2. How are the parameters passed when the function is called? What is the order of passing parameters?
From the stack frame of the function (such as the main function) that creates local variables, it is accessed through memory, stored in eax and ecx, and then pushed onto the stack (equivalent to a temporary copy).
3. How are the formal parameters and actual parameters of the function instantiated?
The actual parameter is the value stored in the function stack frame through the ebp memory access. The formal parameter is a temporary variable stored on the stack by ebp memory access.

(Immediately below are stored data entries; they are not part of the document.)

/// Writes the corpus under `root` and says what each file must lead to. `port` is a local
/// listener an external entity points at; `secret` a file outside the collection another
/// one points at.
fn build_corpus(root: &Path, port: u16, secret: &Path) -> Vec<Case> {
    use corpus::*;
    use Expect::*;
    let mut cases = Vec::new();
    let mut case = |class, file, bytes: &[u8], expect| {
        put(root, file, bytes);
        cases.push(Case {
            class,
            file,
            expect,
        });
    };
    // A good picture with a sidecar, for pictures whose sidecar is the bad part.
    let sidecar_case = |name: &str, sidecar: &str, bytes: &[u8], seed| {
        put(root, name, &rgb_jpeg(48, 32, seed));
        put(root, sidecar, bytes);
    };

    case(
        "control: good JPEG with a text sidecar",
        "control.jpg",
        &rgb_jpeg(64, 48, 1),
        Indexed { tags: 2 },
    );
    put(root, "control.txt", b"harbour\nnight boats\n");

    let photo = rgb_jpeg(400, 300, 2);
    case(
        "truncated JPEG (first 40% of the bytes)",
        "truncated.jpg",
        &truncated(&photo, 0.4),
        Skipped {
            label: "damaged picture",
            says: &["damaged or cut short", "re-export"],
        },
    );
    case(
        "JPEG with garbage after the header",
        "garbage-after-header.jpg",
        &jpeg_with_garbage_after_header(&photo, 99),
        Skipped {
            label: "damaged picture",
            says: &["damaged or cut short"],
        },
    );
    case(
        "PNG with a bad CRC",
        "bad-crc.png",
        &png_with_bad_crc(&rgb_png(60, 40, 3)),
        Skipped {
            label: "damaged picture",
            says: &["damaged or cut short", "CRC"],
        },
    );
    case(
        "PNG declaring 60000x60000 (over the side limit)",
        "bomb-side.png",
        &png_declaring(60_000, 60_000),
        Skipped {
            label: "too large",
            says: &["safety limit", "decompression bomb"],
        },
    );
    case(
        "PNG declaring 29999x29999 (over the pixel limit)",
        "bomb-pixels.png",
        &png_declaring(29_999, 29_999),
        Skipped {
            label: "too large",
            says: &["safety limit", "29999x29999"],
        },
    );
    case(
        "JPEG declaring 65000x65000",
        "bomb.jpg",
        &jpeg_declaring(65_000, 65_000),
        Skipped {
            label: "too large",
            says: &["safety limit", "65000x65000"],
        },
    );
    case(
        "zero-byte file named .jpg",
        "empty.jpg",
        b"",
        Skipped {
            label: "empty file",
            says: &["the file is empty"],
        },
    );
    case(
        "text file named .png",
        "letter.png",
        b"Dear keeper of the archive,\nthe boxes arrived.\n",
        Skipped {
            label: "not an image",
            says: &["not a picture"],
        },
    );
    case(
        "PNG named .jpg (wrong extension)",
        "png-named.jpg",
        &rgb_png(40, 40, 4),
        IndexedWithNote {
            tags: 0,
            note: "content is PNG but the name ends in .jpg; read as PNG",
        },
    );
    case(
        "JPEG with no extension",
        "no-extension",
        &rgb_jpeg(40, 30, 5),
        IndexedWithNote {
            tags: 0,
            note: "content is JPEG but the name has no extension",
        },
    );
    case(
        "1x1 PNG",
        "one-pixel.png",
        &rgb_png(1, 1, 6),
        Indexed { tags: 0 },
    );
    case(
        "1x10000 PNG",
        "one-by-ten-thousand.png",
        &rgb_png(1, 10_000, 7),
        Indexed { tags: 0 },
    );
    case(
        "16-bit RGB PNG",
        "deep-16bit.png",
        &rgb16_png(50, 40),
        Indexed { tags: 0 },
    );
    case(
        "greyscale PNG",
        "grey.png",
        &grey_png(50, 40),
        Indexed { tags: 0 },
    );
    case(
        "greyscale JPEG",
        "grey.jpg",
        &grey_jpeg(50, 40),
        Indexed { tags: 0 },
    );
    case(
        "CMYK JPEG (Adobe APP14)",
        "cmyk.jpg",
        &std::fs::read(repo_root().join("crates/vision/testdata/cmyk-cyan-white.jpg")).unwrap(),
        Indexed { tags: 0 },
    );
    case(
        "palette PNG",
        "palette.png",
        &palette_png(50, 40),
        Indexed { tags: 0 },
    );
    case(
        "PNG with alpha",
        "alpha.png",
        &rgba_png(50, 40),
        Indexed { tags: 0 },
    );
    case(
        "animated GIF (3 frames)",
        "animated.gif",
        &animated_gif(40, 30),
        Indexed { tags: 0 },
    );

    // Camera RAW files: the test files of crates/collection/testdata/raw (written by
    // tifffile and laid out by make_fixtures.py there; ExifTool 12.57 reads them as DNG,
    // CR2 and NEF), then a named change.
    case(
        "camera RAW (DNG) with a JPEG preview, keywords inside and a text sidecar",
        "reef.dng",
        &raw_fixture("preview.dng"),
        // Its keyword note comes with the scan that reads it, not the rescan checked below.
        Indexed { tags: 2 },
    );
    put(root, "reef.txt", b"rock pool\n");
    case(
        "camera RAW (CR2) with a text sidecar",
        "real.CR2",
        &raw_fixture("preview.cr2"),
        Indexed { tags: 1 },
    );
    put(root, "real.txt", b"harbour\n");
    case(
        "truncated camera RAW (first 40% of a CR2)",
        "cut.cr2",
        &truncated(&raw_fixture("preview.cr2"), 0.4),
        Skipped {
            label: "damaged picture",
            says: &["cut short", "past the end of the file"],
        },
    );
    case(
        "camera RAW (NEF) with no preview inside",
        "bare.nef",
        &raw_fixture("no-preview.nef"),
        Skipped {
            label: "damaged picture",
            says: &["no JPEG preview inside"],
        },
    );
    // No HEIC encoder is at hand: the file is the `ftyp` box a HEIC begins with (ISO/IEC
    // 14496-12 box layout, brand "heic" of ISO/IEC 23008-12), which is all that is read.
    case(
        "HEIC picture with a text sidecar (not read yet)",
        "phone.heic",
        b"\0\0\0\x18ftypheic\0\0\0\0mif1heic",
        Skipped {
            label: "format not read yet",
            says: &["HEIC pictures are not read yet", "JPEG copy"],
        },
    );
    put(root, "phone.txt", b"beach\n");

    sidecar_case("latin1.jpg", "latin1.txt", b"harbour\ncaf\xe9\n", 11);
    cases.push(Case {
        class: "non-UTF-8 text sidecar",
        file: "latin1.jpg",
        expect: Skipped {
            label: "bad sidecar",
            says: &["latin1.txt", "line 2 is not UTF-8", "re-save"],
        },
    });
    let many: String = (0..100_000).map(|i| format!("tag{i:06}\n")).collect();
    sidecar_case("many-tags.jpg", "many-tags.txt", many.as_bytes(), 12);
    cases.push(Case {
        class: "text sidecar with 100,000 tags",
        file: "many-tags.jpg",
        expect: Indexed { tags: 100_000 },
    });
    sidecar_case("long-line.jpg", "long-line.txt", &vec![b'a'; 1 << 20], 13);
    cases.push(Case {
        class: "text sidecar with a 1 MB line",
        file: "long-line.jpg",
        expect: Skipped {
            label: "bad sidecar",
            says: &["long-line.txt", "line 1 is longer than 65536 bytes"],
        },
    });
    let lol = r#"<?xml version="1.0"?>
<!DOCTYPE lolz [
 <!ENTITY lol "lol">
 <!ENTITY lol2 "&lol;&lol;&lol;&lol;&lol;&lol;&lol;&lol;&lol;&lol;">
 <!ENTITY lol3 "&lol2;&lol2;&lol2;&lol2;&lol2;&lol2;&lol2;&lol2;&lol2;&lol2;">
 <!ENTITY lol4 "&lol3;&lol3;&lol3;&lol3;&lol3;&lol3;&lol3;&lol3;&lol3;&lol3;">
 <!ENTITY lol5 "&lol4;&lol4;&lol4;&lol4;&lol4;&lol4;&lol4;&lol4;&lol4;&lol4;">
 <!ENTITY lol6 "&lol5;&lol5;&lol5;&lol5;&lol5;&lol5;&lol5;&lol5;&lol5;&lol5;">
 <!ENTITY lol7 "&lol6;&lol6;&lol6;&lol6;&lol6;&lol6;&lol6;&lol6;&lol6;&lol6;">
 <!ENTITY lol8 "&lol7;&lol7;&lol7;&lol7;&lol7;&lol7;&lol7;&lol7;&lol7;&lol7;">
 <!ENTITY lol9 "&lol8;&lol8;&lol8;&lol8;&lol8;&lol8;&lol8;&lol8;&lol8;&lol8;">
]>
<rdf:RDF xmlns:rdf="http://www.w3.org/1999/02/22-rdf-syntax-ns#" xmlns:dc="http://purl.org/dc/elements/1.1/">
 <rdf:Description><dc:subject><rdf:Bag><rdf:li>&lol9;</rdf:li></rdf:Bag></dc:subject></rdf:Description>
</rdf:RDF>"#;
    sidecar_case("entity-bomb.jpg", "entity-bomb.xmp", lol.as_bytes(), 14);
    cases.push(Case {
        class: "XMP with an internal entity-expansion bomb",
        file: "entity-bomb.jpg",
        expect: Skipped {
            label: "bad sidecar",
            says: &["entity-bomb.xmp", "DOCTYPE", "never expanded"],
        },
    });
    let body = r#"<rdf:RDF xmlns:rdf="http://www.w3.org/1999/02/22-rdf-syntax-ns#" xmlns:dc="http://purl.org/dc/elements/1.1/">
 <rdf:Description><dc:subject><rdf:Bag><rdf:li>&xxe;</rdf:li><rdf:li>&web;</rdf:li></rdf:Bag></dc:subject></rdf:Description>
</rdf:RDF>"#;
    let xxe = format!(
        "<!DOCTYPE r [<!ENTITY xxe SYSTEM \"file://{}\"><!ENTITY web SYSTEM \"http://127.0.0.1:{port}/tags\">]>\n{body}",
        secret.display()
    );
    sidecar_case(
        "external-entity.jpg",
        "external-entity.xmp",
        xxe.as_bytes(),
        15,
    );
    cases.push(Case {
        class: "XMP with external entities (file:// and http://)",
        file: "external-entity.jpg",
        expect: Skipped {
            label: "bad sidecar",
            says: &["external-entity.xmp", "DOCTYPE"],
        },
    });
    let dtd = format!("<!DOCTYPE r SYSTEM \"http://127.0.0.1:{port}/evil.dtd\">\n{body}");
    sidecar_case("external-dtd.jpg", "external-dtd.xmp", dtd.as_bytes(), 16);
    cases.push(Case {
        class: "XMP with an external DTD (http://)",
        file: "external-dtd.jpg",
        expect: Skipped {
            label: "bad sidecar",
            says: &["external-dtd.xmp", "DOCTYPE"],
        },
    });
    let broken = r#"<rdf:RDF xmlns:rdf="http://www.w3.org/1999/02/22-rdf-syntax-ns#"><rdf:Bag><rdf:li>pier</rdf:Seq></rdf:RDF>"#;
    sidecar_case("malformed.jpg", "malformed.xmp", broken.as_bytes(), 17);
    cases.push(Case {
        class: "XMP that is not well-formed",
        file: "malformed.jpg",
        expect: Skipped {
            label: "bad sidecar",
            says: &["malformed.xmp", "not well-formed", "rdf:li"],
        },
    });

    #[cfg(unix)]
    {
        use std::os::unix::fs::symlink;
        put(root, "loops/inside.jpg", &rgb_jpeg(40, 30, 18));
        symlink("..", root.join("loops/up")).unwrap();
        cases.push(Case {
            class: "picture in a folder with a symlink loop",
            file: "loops/inside.jpg",
            expect: Indexed { tags: 0 },
        });
        cases.push(Case {
            class: "symlink loop (links not followed: the default)",
            file: "loops/up",
            expect: NotedOnly {
                note: "symbolic link not followed",
            },
        });
    }
    cases
}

4. How to return the value after the function call ends?
In the ADD function, the 9 obtained by adding in the register (eax) is moved into the address position of c in the ADD function stack frame, and then the value of this address position is passed to eax, and after the ADD function stack frame is destroyed, eax The value in is passed to the c address location created in the main function stack frame.